▼

// Runs a task of the application in a worker, so that the page stays at hand. The worker is made from the glue script
// that this document carries and gets the compiled module by message: it loads nothing.
(function (page) {
  "use strict";

  // Runs inside the worker, behind the glue. A panic is reported as the page's own are.
  function inside() {
    self.onmessage = function (event) {
      var order = event.data;
      function tell(kind, text) { self.postMessage({ kind: kind, text: text }); }
      self.spokeshave = { crashed: function (words) { tell("fault", words); } };
      Promise.resolve()
        .then(function () { return wasm_bindgen({ module_or_path: order.module }); })
        .then(function () { wasm_bindgen[order.task](order.text, tell); })
        .catch(function (fault) { tell("fault", String(fault && fault.message || fault)); });
    };
  }

  // Starts a task; `hear` gets (kind, text) until it ends with "fault" or the task's own last word. Returns the worker,
  // whose terminate() calls it off, or null where the browser refuses one.
  page.background = function (task, text, hear) {
    var blob = new Blob([page.glue, "\n(", String(inside), ")();"], { type: "text/javascript" });
    var url = URL.createObjectURL(blob);
    var worker;
    try {
      worker = new Worker(url);
    } catch (refused) {
      return null;
    } finally {
      window.setTimeout(function () { URL.revokeObjectURL(url); }, 10000);
    }
    worker.onmessage = function (event) { hear(event.data.kind, event.data.text); };
    worker.onerror = function (event) {
      event.preventDefault();
      worker.terminate();
      hear("fault", event.message || "the worker did not start");
    };
    worker.postMessage({ module: page.module, task: task, text: text });
    return worker;
  };
})(window.spokeshave);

▲

◆ Task to complete ◆
Please report the number of lines in the data that include the word "kind", and add no other text.

◆ Reply to the exercise ◆
3